Toward Conscious Class Struggle

Apart from being a more effective form of protest, the proposed general strike would enable the anti-war movement to widen its base among forces other than political activists and particularly to strengthen organized anti-war sentiment among workers. It would be an excellent way for anti-war trade unionists to organize among their fellow workers and inject the war question into trade union politics. Since the trade union bureaucracy would certainly oppose it the fight over the proposed strike would reinforce the increasing rank and file discontent in the unions. In fact, in many places, the strike would not only be around anti-war demands, but economic issues as well. It would then be a protest of general social discontent, and would help lay the basis for a mass revolutionary socialist party.

Protest or Power

To the extent that most anti-war activists think in terms of politics, they mean running "peace-conscience" candidates, whose sole activity consists of about six weeks of electioneering. This type of discontinuous and one-sided activity can never build an effective movement. In fact, it is seen as a gesture of protest and nothing more. However, the fundamental weakness of this type of peace candidate is not organizational inefficiency, but political. The general social program of most of these candidates the type of program King or Spock would run on is not substantially different from the liberal wing of the Democratic Party, who. for purely opportunistic reasons, are unwilling to oppose Johnson. The official leadership of the anti¬war movement reinforces the hegemony of the Democratic Party, purged of the personal noxiousness and "aggressiveness" of Johnson. King or Spock would simply be a tryout for Robert Kennedy in '72.

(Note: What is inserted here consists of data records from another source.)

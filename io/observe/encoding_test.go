package observe

import (
	"bytes"
	"compress/gzip"
	"errors"
	"io"
	"strings"
	"testing"
	"testing/iotest"
	"unicode/utf16"

	"github.com/google/go-cmp/cmp"
	"golang.org/x/text/encoding/charmap"
	"golang.org/x/text/encoding/unicode"
	"pgregory.net/rapid"
)

// encoded writes a text in another encoding by the tables of golang.org/x/text.
func encoded(t testing.TB, text, encoding string, mark bool) string {
	t.Helper()
	bom := unicode.IgnoreBOM
	if mark {
		bom = unicode.UseBOM
	}
	var out string
	var err error
	switch encoding {
	case utf8Text:
		if out = text; mark {
			out = utf8Mark + text
		}
	case utf16Little:
		out, err = unicode.UTF16(unicode.LittleEndian, bom).NewEncoder().String(text)
	case utf16Big:
		out, err = unicode.UTF16(unicode.BigEndian, bom).NewEncoder().String(text)
	case windows1252:
		out, err = charmap.Windows1252.NewEncoder().String(text)
	}
	if err != nil {
		t.Fatal(err)
	}
	return out
}

func zipped(t testing.TB, members ...string) string {
	t.Helper()
	var out bytes.Buffer
	for _, text := range members {
		w := gzip.NewWriter(&out)
		if _, err := io.WriteString(w, text); err != nil {
			t.Fatal(err)
		}
		if err := w.Close(); err != nil {
			t.Fatal(err)
		}
	}
	return out.String()
}

var townRequest = Request{Response: "z", Kind: Measure, Category: []string{"Straße"}, Keep: []string{"note"}}

// One table in every encoding, with every separator, packed or not, is the same table.
func TestRoundTrips(t *testing.T) {
	const text = "x,y,z,Straße,note\r\n1,2.5,3,Ä–Weg,\"a\nb\"\r\n\r\n4,5,<6,Ö,\"€ \"\"5\"\" | 5; 6\t\"\r\n7,8,9,,ÿ\n10,11,12,Ž,\n"
	want, err := read(text, townRequest)
	if err != nil || want.Len() != 2 || len(want.Aside) != 2 {
		t.Fatal(want, err)
	}
	tried := 0
	for _, separator := range []rune{',', ';', '\t', '|'} {
		for _, decimal := range []string{".", ","} {
			request := townRequest
			request.Format.DecimalComma = decimal == ","
			if separator == ',' && decimal == "," {
				continue
			}
			written := strings.ReplaceAll(text, ",", string(separator))
			written = strings.ReplaceAll(written, "2.5", "2"+decimal+"5")
			for _, encoding := range []string{utf8Text, utf16Little, utf16Big, windows1252} {
				for _, mark := range []bool{false, true} {
					for _, packed := range []bool{false, true} {
						file := encoded(t, written, encoding, mark)
						if packed {
							file = zipped(t, file)
						}
						got, err := readBoth(t, file, request)
						if err != nil {
							t.Fatalf("%q, %s, mark %v, packed %v: %v", separator, encoding, mark, packed, err)
						}
						if got.Separator != separator || got.Encoding != encoding {
							t.Errorf("%q told for %q, %s for %s", got.Separator, separator, got.Encoding, encoding)
						}
						got.Separator, got.Encoding = want.Separator, want.Encoding
						if diff := cmp.Diff(want, got); diff != "" {
							t.Errorf("%q, %s, mark %v, packed %v (-want +got):\n%s", separator, encoding, mark, packed, diff)
						}
						tried++
					}
				}
			}
		}
	}
	if tried != 7*16 {
		t.Errorf("%d ways were tried", tried)
	}
}

func TestEncodings(t *testing.T) {
	const head = "x,y,z,note\n1,2,3,"
	ascii := strings.Repeat("1,2,3,a\n", 20_000)
	none := func(where, what string) string { return "wells.csv: " + where + what + "\n" + adviceText }
	export := func(what string) string {
		return "wells.csv: the file is " + what + "\nexport the rows as CSV in UTF-8, or as GeoJSON in longitude and latitude"
	}
	const list = "wells.csv: the file is a JSON list, and drumlin reads GeoJSON or CSV\nwrite the rows as CSV, or as the features of a FeatureCollection with their values as properties"
	want := Request{Response: "z", Kind: Measure, Keep: []string{"note"}}
	tests := []struct{ name, text, encoding, note, err string }{
		{"ascii", head + "a", utf8Text, "a", ""},
		{"utf-8", head + "höhe", utf8Text, "höhe", ""},
		{"utf-8 beyond the plane", head + "𝛼", utf8Text, "𝛼", ""},
		{"a replacement character as such", head + "\ufffd", utf8Text, "\ufffd", ""},
		{"windows", head + "h\xf6he \x80", windows1252, "höhe €", ""},
		{"windows, one letter at the end of the file", head + "\xe9", windows1252, "é", ""},
		{"windows, far down", head + "a\n" + ascii + "1,2,3,\xfcber\n", windows1252, "a", ""},
		{"windows, then utf-8", head + "\xe9\n1,2,3,\xc3\xa9\n", "", "",
			"wells.csv: the file is in two encodings: \"é\" on line 3 is UTF-8, and the byte E9 on line 2 is not\n" + adviceOneEncoding},
		{"windows, then utf-8 far down", "x,y,z,note,h\xf6he\n" + strings.ReplaceAll(ascii, "\n", ",b\n") + "1,2,3,\u20ac,b\n", "", "",
			"wells.csv: the file is in two encodings: \"€\" on line 20002 is UTF-8, and the byte F6 on line 1 is not\n" + adviceOneEncoding},
		{"windows, then words of utf-8", head + "\xe9\n1,2,3,\u0416\u0436\n", "", "",
			"wells.csv: the file is in two encodings: \"Ж\" on line 3 is UTF-8, and the byte E9 on line 2 is not\n" + adviceOneEncoding},
		{"windows, pairs that are utf-8 by chance", head + "\xe9 Stra\xdf\x94 \xc4\x96 \xe9\x94\xbb", windows1252, "é Straß” Ä– é”»", ""},
		{"windows, then half a character of utf-8", head + "\xe9\n1,2,3,\xe2\x82", windows1252, "é", ""},
		{"utf-8, then windows", head + "é\n1,2,3,\xe9\n", "", "", none(`row 2 (line 3), column "note": `, `"\xe9" is not UTF-8 text`)},
		{"mark, then windows", utf8Mark + head + "\xe9\n", "", "", none(`row 1 (line 2), column "note": `, `"\xe9" is not UTF-8 text`)},
		{"neither", head + "\xe9\n1,2,3,a\x81\n", "", "", none(`row 2 (line 3), column "note": `, `"a\x81" is neither UTF-8 nor Windows-1252 text`)},
		{"neither in the header", "x,y,z,\x9d\n1,2,3,4\n", "", "", none("line 1: ", "the name of column 4 is neither UTF-8 nor Windows-1252 text")},
		{"nul", head + "a\x00", "", "", none("", "the file holds NUL bytes, so it is not text")},
		{"utf-16, half a character", encoded(t, head+"a", utf16Little, true) + "b", "", "", none(`row 1 (line 2), column "note": `, `"a\xff" is not UTF-16 text`)},
		{"utf-16, half a pair", encoded(t, head+"a", utf16Big, true) + "\xd8\x35", "", "", none(`row 1 (line 2), column "note": `, `"a\xff" is not UTF-16 text`)},
		{"utf-16, halves in the wrong order", encoded(t, head, utf16Big, false) + "\xdc\x35\xd8\x35\x00a", "", "", none(`row 1 (line 2), column "note": `, `"\xff\xffa" is not UTF-16 text`)},
		{"utf-16, a pair", encoded(t, head+"𝛼", utf16Little, false), utf16Little, "𝛼", ""},
		{"utf-16, letters of another script", encoded(t, head+"\u0416\u0100\u3000\u4e00", utf16Big, false), utf16Big, "ЖĀ\u3000一", ""},
		{"utf-16, nul within", encoded(t, head+"a\x00", utf16Big, true), "", "", none(`row 1 (line 2), column "note": `, `"a\x00" is not UTF-16 text`)},
		{"utf-32", "\xff\xfe\x00\x00x\x00\x00\x00", "", "", none("", "the file is UTF-32 text, which is not read")},
		{"database", "SQLite format 3\x00", "", "", export("a database, not a CSV table")},
		{"GeoPackage", "SQLite format 3\x00" + strings.Repeat("\x00", 52) + "GPKG", "", "", export("a GeoPackage, not a CSV table")},
		{"shapefile", "\x00\x00\x27\x0a\x00\x00", "", "", export("a shapefile, not a CSV table")},
		{"dBASE", "\x03\x1f\x07\x0e\x0e\x00\x00\x00\x61\x00" + strings.Repeat("\x00", 30), "", "", export("a dBASE table, not a CSV table")},
		{"Parquet", "PAR1\x15\x04", "", "", export("a Parquet table, not a CSV table")},
		{"picture", "\x89PNG\r\n\x1a\n", "", "", "wells.csv: the file is a picture, not a CSV table\nname the file that holds the table, as CSV or GeoJSON"},
		{"workbook", "PK\x03\x04\x14\x00[Content_Types].xml", "", "", "wells.csv: the file is a spreadsheet or another office document, not a CSV table\nsave the sheet as CSV in UTF-8"},
		{"JSON list", " [\n {\"x\":1}]", "", "", list}, {"JSON list of lists", "[[1,2]]", "", "", list}, {"JSON list in UTF-16", encoded(t, "[{", utf16Little, true), "", "", list},
		{"a column in brackets", "[x],y,z,note,x\n1,2,3,4,5\n", utf8Text, "4", ""},
		{"web page", "<!DOCTYPE html>\n<html>", "", "", none("", "the file is a web page or another marked-up document, not a CSV table")},
		{"old spreadsheet", "\xd0\xcf\x11\xe0\xa1\xb1", "", "", "wells.csv: the file is a spreadsheet or another office document, not a CSV table\nsave the sheet as CSV in UTF-8"},
		{"xz", "\xfd7zXZ\x00", "", "", "wells.csv: the file is compressed with xz\nunpack it, or compress it with gzip"},
		{"a column called PAR1", "x,y,z,note,PAR1\n1,2,3,4,5\n", utf8Text, "4", ""},
	}
	for _, test := range tests {
		t.Run(test.name, func(t *testing.T) {
			table, err := readBoth(t, test.text, want)
			if err != nil {
				if got := err.Error() + "\n" + hint(err); got != test.err {
					t.Errorf("got %s\nwant %s", got, test.err)
				}
				return
			}
			note := table.Column("note")
			if table.Encoding != test.encoding || note.Level[note.Code[0]] != test.note || test.err != "" {
				t.Errorf("read as %s, note %q; want %s, %q, error %q", table.Encoding, note.Level, test.encoding, test.note, test.err)
			}
		})
	}
}

const adviceOneEncoding = "save the whole file in one encoding, UTF-8 for preference"

// The text does not depend on how the bytes arrive, and is that of another decoder.
func TestDecoderAgainstAnother(t *testing.T) {
	rapid.Check(t, func(rt *rapid.T) {
		letters := rapid.SampledFrom([]rune("aé€ÿ,\n;Žäß"))
		body := string(rapid.SliceOfN(letters, 0, 5000).Draw(rt, "text"))
		encoding := rapid.SampledFrom([]string{utf8Text, utf16Little, utf16Big, windows1252}).Draw(rt, "encoding")
		if encoding == windows1252 { // in which "ß€ß€" would be UTF-8
			body = strings.NewReplacer("€", "a€", "Ž", ";Ž").Replace(body)
		}
		text := "aé;" + body
		file := encoded(t, text, encoding, rapid.Bool().Draw(rt, "mark"))
		for _, r := range []io.Reader{strings.NewReader(file), iotest.OneByteReader(strings.NewReader(file)), iotest.DataErrReader(strings.NewReader(file))} {
			decoded, _, err := openOrigin(r, "wells.csv", Format{})
			if err != nil {
				rt.Fatal(err)
			}
			got, err := io.ReadAll(decoded)
			if err != nil || string(got) != text {
				rt.Fatalf("%s: got %q, %v; want %q", encoding, got, err, text)
			}
		}
	})
}

// Any units are decoded as unicode/utf16 does, with a byte that is no UTF-8 where that has U+FFFD for half a pair.
func TestUTF16Units(t *testing.T) {
	rapid.Check(t, func(rt *rapid.T) {
		unit := rapid.SampledFrom([]uint16{'a', 0xd800, 0xdbff, 0xdc00, 0xdfff, 0x3042, 0xfffd})
		units := rapid.SliceOfN(unit, 0, 4000).Draw(rt, "units")
		file := []byte("\xfe\xff\x00a")
		for _, u := range units {
			file = append(file, byte(u>>8), byte(u))
		}
		decoded, _, err := openOrigin(bytes.NewReader(file), "wells.csv", Format{})
		if err != nil {
			rt.Fatal(err)
		}
		got, err := io.ReadAll(decoded)
		want := "a" + string(utf16.Decode(units))
		if err != nil || strings.ReplaceAll(string(got), "\xff", "\ufffd") != want {
			rt.Fatalf("got %q, %v; want %q", got, err, want)
		}
	})
}

func TestGzip(t *testing.T) {
	const text = "x,y,z\n1,2,3\n1,2,4\n"
	packed := zipped(t, text)
	var noise strings.Builder // does not shrink, so that it can be cut in the middle of the rows
	noise.WriteString("x,y,z\n")
	for i := range 20_000 {
		noise.WriteString("1,2," + strings.Repeat("7", 1+i*i%13) + "\n")
	}
	long := zipped(t, noise.String())
	refused := func(what string) string { return "wells.csv: the compressed file " + what + "\n" + adviceWhole }
	tooLarge := func(than string) string {
		return "wells.csv: the compressed file unpacks to " + than + ", the most that is read\ncheck that this is the right file, and unpack it if it is"
	}
	checkFormats(t, measure, []formatCase{
		{"one member", packed, Format{}, "comma [3 4]"},
		{"several members", zipped(t, text[:9], text[9:13], "", text[13:]), Format{}, "comma [3 4]"},
		{"empty", zipped(t, ""), Format{}, "wells.csv: the file is empty\n" + adviceWhole},
		{"windows within", zipped(t, "x,y,z,é\n1,2,3,4\n"), Format{}, "comma [3]"},
		{"mark alone", gzipMark, Format{}, refused("is cut short")},
		{"cut in the head", packed[:9], Format{}, refused("is cut short")},
		{"cut in the text", packed[:len(packed)-12], Format{}, refused("is cut short")},
		{"cut in the checksum", packed[:len(packed)-3], Format{}, refused("is cut short")},
		{"cut far down", long[:len(long)-100], Format{}, refused("is cut short")},
		{"cut in the second member", packed + packed[:5], Format{}, refused("is cut short")},
		{"wrong checksum", packed[:len(packed)-8] + "abcd" + packed[len(packed)-4:], Format{}, refused("is damaged")},
		{"damaged", packed[:12] + "\xff\xff\xff\xff" + packed[16:], Format{}, refused("is damaged")},
		{"followed by something else", packed + "1,2,5\n1,2,6\n", Format{}, refused("is damaged")},
		{"twice", zipped(t, packed), Format{}, "wells.csv: the file is compressed with gzip twice\nunpack it once"},
		{"spreadsheet within", zipped(t, "PK\x03\x04"), Format{}, "wells.csv: the file is a spreadsheet or a zip archive, not a CSV table\n" + adviceUnzip},
		{"endless repetition", zipped(t, "x,y,z\n"+strings.Repeat("\n", 40<<20)), Format{}, tooLarge("more than 1000 times its own size")},
	})
}

// A file may unpack to so many bytes and not one more.
func TestGzipSize(t *testing.T) {
	const text = "x,y,z\n1,2,3\n"
	for most, want := range map[int64]string{int64(len(text)): "", int64(len(text)) - 1: "wells.csv: the compressed file unpacks to more than 11 bytes, the most that is read"} {
		unpacked, err := unpack(newLasting(strings.NewReader(zipped(t, text))), "wells.csv")
		if err != nil {
			t.Fatal(err)
		}
		unpacked.most = most
		_, err = io.ReadAll(unpacked)
		if got := err; (got == nil) != (want == "") || got != nil && got.Error() != want {
			t.Errorf("at most %d: %v", most, got)
		}
	}
}

// A reader that fails is told before what is wrong with the rows above, which may not be all.
func TestReaderFailsBelowThousands(t *testing.T) {
	broken := errors.New("the disk went away")
	_, err := Read(io.MultiReader(strings.NewReader("x,y,z\n1,2,\"1,234\"\n"), iotest.ErrReader(broken)), "wells.csv", measure)
	if !errors.Is(err, broken) {
		t.Error(err)
	}
}

// A reader that fails is told from a file that is cut short.
func TestGzipReaderFails(t *testing.T) {
	broken := errors.New("the disk went away")
	packed := zipped(t, "x,y,z\n1,2,3\n")
	for cut := range len(packed) {
		_, err := Read(io.MultiReader(strings.NewReader(packed[:cut]), iotest.ErrReader(broken)), "wells.csv", measure)
		if cut > 1 && (!errors.Is(err, broken) || err.Error() != "wells.csv: cannot be read: the disk went away") {
			t.Errorf("cut at %d: %v", cut, err)
		}
	}
}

Even on the question of the war itself, a program which implicitly supports American capitalism is self-defeating. The Vietnamese war is not unique. It is simply the largest in a series of colonial wars that the U.S. and all other imperialist powers have been fighting for the past century and will continue to fight until capitalism is overthrown in its main centers. In brief, the U.S. is in Vietnam to suppress a peasant revolution which challenges the dominance of U.S. business in Asia. It is futile to oppose the intervention in Vietnam while supporting the economic system which generates that intervention and the ideology that legitimatizes it.

Toward a Labor Party

Moreover, a political movement built solely around the war is incapable of unifying the various forces of discontent within American society. On the contrary, the necessary support given to the suppression of the American working class by establishment "doves" Wayne Morse is a leading Congressional advocate of government strike-breaking while the liberal establishment, including King, unanimously supported the bloody suppression of the ghetto risings—is a major obstacle to building a mass anti-war movement. Only such a revolutionary Labor Party, projecting a long-term struggle in the interest of the working masses, represents the kind of qualitative political change needed to create a serious break with the traditional parties and counter the political apathy of most workers. With the widespread discontent over the war, the rising militancy and restiveness in the labor movement, and the explosiveness of the black ghettos, the prospect for initiating such a party is better now than at any time in the last twenty years.

The anti-war movement can force Johnson to withdraw U.S. troops only if he is more afraid of it than of the victory of the Vietnamese Revolution. No demonstration, however effective and militant, can do this. Only a movement capable of taking state power can. The anti-war movement has no future except as a force for building a party of revolutionary change.

The Vietnamese War has opened many people's eyes to the horrors and injustices inherent in the mainstream of American politics. Nothing short of a fundamental change in the class axis of those politics will eliminate, these injustices.